Begitu sederhana, tapi terdengar begitu manis. Senyumlebar perlahan merekah di wajah Yura, menghangatkan dadanya. Satu tangan Minhyuk masih bertengger di pipinya, ibu jarinya mengusap lembut di sana."Jadi? Kau juga menyukaiku?"
Yura menundukkan wajah, membuang pandangannya sebentar sebelum akhirnya mengangguk malu. Pipinya sudah merona, dan meski tanpa kata, jawaban itu lebih dari cukup.
Minhyuk tersenyum, senyum yang tidak bisa ia tahan. Alih-alih menarik Yura ke dalam dekapannya, ia memilih untuk mendekat sendiri, menyesuaikan dirinya, lalu melingkarkan lengannya di sekeliling tubuh gadis itu dalam pelukan yang hangat.
Yura sempat terkejut, tapi sama sekali tidak berniat menghindar. Sebaliknya, tubuhnya ikut bergerak, membalas pelukan itu dengan kedua lengannya yang perlahan melingkar di punggung Minhyuk.
Dalam keheningan yang nyaman, suara Minhyuk terdengar di dekat telinganya.

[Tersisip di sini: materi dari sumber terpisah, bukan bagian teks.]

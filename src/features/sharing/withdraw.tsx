import { useState } from "react";
import { Button } from "../../ui/button.tsx";
import { ConfirmDialog } from "../../ui/confirm-dialog.tsx";
import { showToast } from "../../ui/toast-store.ts";
import { useChangeSharing } from "./sharing.queries.ts";
import { savedWords } from "./sharing-words.ts";

/** Takes a recipe back from the network. Always possible. */
export function Withdraw({ recipeId, onDone }: { recipeId: string; onDone: () => void }) {
  const [open, setOpen] = useState(false);
  const change = useChangeSharing(recipeId);
  return (
    <>
      <Button onClick={() => setOpen(true)}>Withdraw</Button>
      <ConfirmDialog
        open={open}
        onClose={() => setOpen(false)}
        title="Withdraw this recipe from the network?"
        act="Withdraw"
        pending={change.isPending}
        error={change.error?.message}
        onConfirm={() =>
          change.mutate(
            { level: "private" },
            {
              onSuccess: () => {
                setOpen(false);
                showToast(savedWords.private);
                onDone();
              },
            },
          )
        }
      >
        <p>From the next edition on it is in no figure and on no list, and your words beside it are deleted.</p>
        <p>Editions already published stay as they are. You can share it again.</p>
      </ConfirmDialog>
    </>
  );
}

"Geureom oneulbuteo il-il?" (kalau begitu, ini hari pertama kita?)
Anggukan mantap diberikan dalam pelukan itu—sebuah jawaban tanpa ragu.

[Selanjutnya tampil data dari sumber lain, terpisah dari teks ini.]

import { useQuery, useSuspenseQuery } from "@tanstack/react-query";
import { useState } from "react";
import { type Recipe, type SharingLevel, sharingLevels } from "#shared/contracts/recipes.ts";
import { publicTextLimit, type Sharing } from "#shared/contracts/sharing.ts";
import { ApiProblem } from "../../lib/api-problem.ts";
import { sharingLevelLabels } from "../../lib/recipe-words.ts";
import { useSession } from "../../shell/session.queries.ts";
import { Button } from "../../ui/button.tsx";
import { ChoiceGroup } from "../../ui/choice-group.tsx";
import { Notice } from "../../ui/notice.tsx";
import { TextAreaField } from "../../ui/text-field.tsx";
import { showToast } from "../../ui/toast-store.ts";
import { PreviewColumns } from "./preview-columns.tsx";
import { sharingPreviewQuery, sharingQuery, useChangeSharing } from "./sharing.queries.ts";
import { actWords, levelHints, notCountedWords, savedWords } from "./sharing-words.ts";
import { useSettled } from "./use-settled.ts";
import { Withdraw } from "./withdraw.tsx";

/** How a recipe is shared, as a part of its page: nothing is saved before its owner has seen what it shows. */
export function SharingPanel({ recipe }: { recipe: Recipe }) {
  const sharing = useSuspenseQuery(sharingQuery(recipe.id)).data;
  return (
    <section aria-labelledby="sharing" className="print:hidden">
      <h2 id="sharing" className="mb-2 text-lg font-bold">
        Sharing: {sharingLevelLabels[sharing.level].toLowerCase()}
      </h2>
      {sharing.notCountedBecause ? (
        <Notice kind="watch" title="Not counted now" className="mb-4">
          {notCountedWords[sharing.notCountedBecause]}
        </Notice>
      ) : null}
      {/* What is chosen here starts from what is saved. */}
      <Choose key={`${sharing.level} ${sharing.publicText}`} recipe={recipe} sharing={sharing} />
    </section>
  );
}

function Choose({ recipe, sharing }: { recipe: Recipe; sharing: Sharing }) {
  const { shop } = useSession();
  const isOwner = shop?.role === "owner";
  const [level, setLevel] = useState<SharingLevel>(sharing.level);
  const [text, setText] = useState(sharing.publicText);
  const { preview, textRefused } = usePreview(recipe.id, sharing, level, text);

  return (
    <div className="space-y-4">
      <div className="grid gap-4 md:grid-cols-2">
        <ChoiceGroup
          type="radio"
          name="sharing-level"
          label={isOwner ? "How far it goes" : "What each level would show"}
          choices={sharingLevels.map((value) => ({
            value,
            label: sharingLevelLabels[value],
            hint: levelHints[value],
          }))}
          value={level}
          onChange={(event) => setLevel(event.target.value as SharingLevel)} // one of the choices above
        />
        {level === "listed" && isOwner ? (
          <TextAreaField
            label="Words for others"
            hint={`Shown beside the copy. No names, places or contacts. ${publicTextLimit - text.length} of ${publicTextLimit} letters left.`}
            optional
            rows={4}
            maxLength={publicTextLimit}
            value={text}
            onChange={(event) => setText(event.target.value)}
            error={textRefused.length > 0 ? `${textRefused.join(". ")}. Take it out.` : undefined}
          />
        ) : null}
      </div>
      {preview ? <PreviewColumns preview={preview} /> : null}
      {isOwner ? (
        <Acts
          {...{ recipe, sharing, level, text }}
          refused={textRefused.length > 0}
          onWithdrawn={() => setLevel("private")}
        />
      ) : (
        <p className="text-sm text-muted">An owner of the shop decides this.</p>
      )}
    </div>
  );
}

/** The chosen level as the server would carry it out; words not saved yet are tried out first. */
function usePreview(recipeId: string, sharing: Sharing, level: SharingLevel, text: string) {
  const settled = useSettled(text, 400);
  const isNew = level === "listed" && settled !== sharing.publicText;
  const { data } = useQuery(sharingPreviewQuery(recipeId, isNew ? settled : undefined));
  const saved = sharing.previews.find((preview) => preview.level === level);
  return isNew && data ? data : { preview: saved, textRefused: [] };
}

interface ActsProps {
  recipe: Recipe;
  sharing: Sharing;
  level: SharingLevel;
  text: string;
  refused: boolean;
  onWithdrawn: () => void;
}

function Acts({ recipe, sharing, level, text, refused, onWithdrawn }: ActsProps) {
  const change = useChangeSharing(recipe.id);
  const isChanged = level !== sharing.level || (level === "listed" && text.trim() !== sharing.publicText);
  const mayShare = recipe.state === "proven";
  const problem = change.error instanceof ApiProblem ? change.error : undefined;

  function save() {
    change.mutate({ level, publicText: text }, { onSuccess: () => showToast(savedWords[level]) });
  }

  return (
    <div className="space-y-3">
      {isChanged && level !== "private" && !mayShare ? (
        <Notice kind="watch" title="Only a proven recipe can be shared">
          {recipe.state === "retired" ? "Bring it back first." : "Log an acceptable test cut first."}
        </Notice>
      ) : null}
      {problem ? (
        <Notice kind="stop" live title={problem.message}>
          {problem.errors.map(({ detail }) => (
            <p key={detail}>{detail}.</p>
          ))}
        </Notice>
      ) : null}
      <div className="flex flex-wrap gap-2">
        {isChanged && level !== "private" && mayShare ? (
          <Button kind="primary" pending={change.isPending} disabled={refused} onClick={save}>
            {actWords(sharing.level, level)}
          </Button>
        ) : null}
        {sharing.level === "private" ? null : <Withdraw recipeId={recipe.id} onDone={onWithdrawn} />}
      </div>
    </div>
  );
}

Perlahan, pelukan mereka merenggang, tetapi wajahmereka tetap dekat. Sangat dekat hingga Yura bisa merasakan hangatnya napasMinhyuk menyapu kulitnya. Mata mereka bertemu, dapat melihat sirat bahagia di wajah masing-masing.
Di belakang mereka, langit mulai berpendar oranye, memancarkan semburat warna keemasan saat matahari perlahan tenggelam. Cahaya senja yang lembut memperindah siluet dua manusia yang sedang tenggelam dalam dunia mereka sendiri.
Minhyuk menatap Yura dalam-dalam, seolah ingin mengingat setiap detail di hadapannya. Lalu, perlahan, ia mendekat—menghapus sisa jarak di antara mereka.
Bibirnya menyentuh bibir Yura dalam kecupan singkat, terasa manis. Tapi seiring detik yang berlalu, kecupan itu berubah menjadi sesuatu yang lebih dalam. Tak perlu dijelaskan, bukan? Haha.
Dan Yura juga tidak tinggal diam. Kedua tangannya terangkat, melingkar erat di leher Minhyuk, menariknya lebih dekat, memperdalam ciuman yang mereka bagi. Rasanya bahkan jantung mereka berdetak dalam ritme yang sama, begitu dekat hingga dunia di sekeliling terasa menghilang.
Saat akhirnya mereka berpisah, napas keduanya tersengal.
Dahi mereka masih bersentuhan, bibir mereka masih menyisakan hangatnya satu sama lain. Dan langit senja di belakang mereka semakin terlihat cantik, seakan ikut tersenyum, ikut menjadi saksi bisu kisah yang baru dimulai.
Minhyuk mengusap wajah Yura dengan sayang, lalu berbisik lembut, suaranya terdengar begitu tulus, begitu jujur. "Aku benar-benar sudah menyukaimu. Terima kasih karena tidak menyerah padaku yang tak berkesan baik."
Setelah itu, ia kembali mengecup wajah Yura, lembut dan penuh perasaan, sebelum menariknya lagi dalam pelukan. Yura tidak berkata apa-apa. Hanya tersenyum dalam diam, membiarkan dirinya larut dalam kehangatan Minhyuk. Berharap ke depannya hal baik selalu terjadi pada mereka.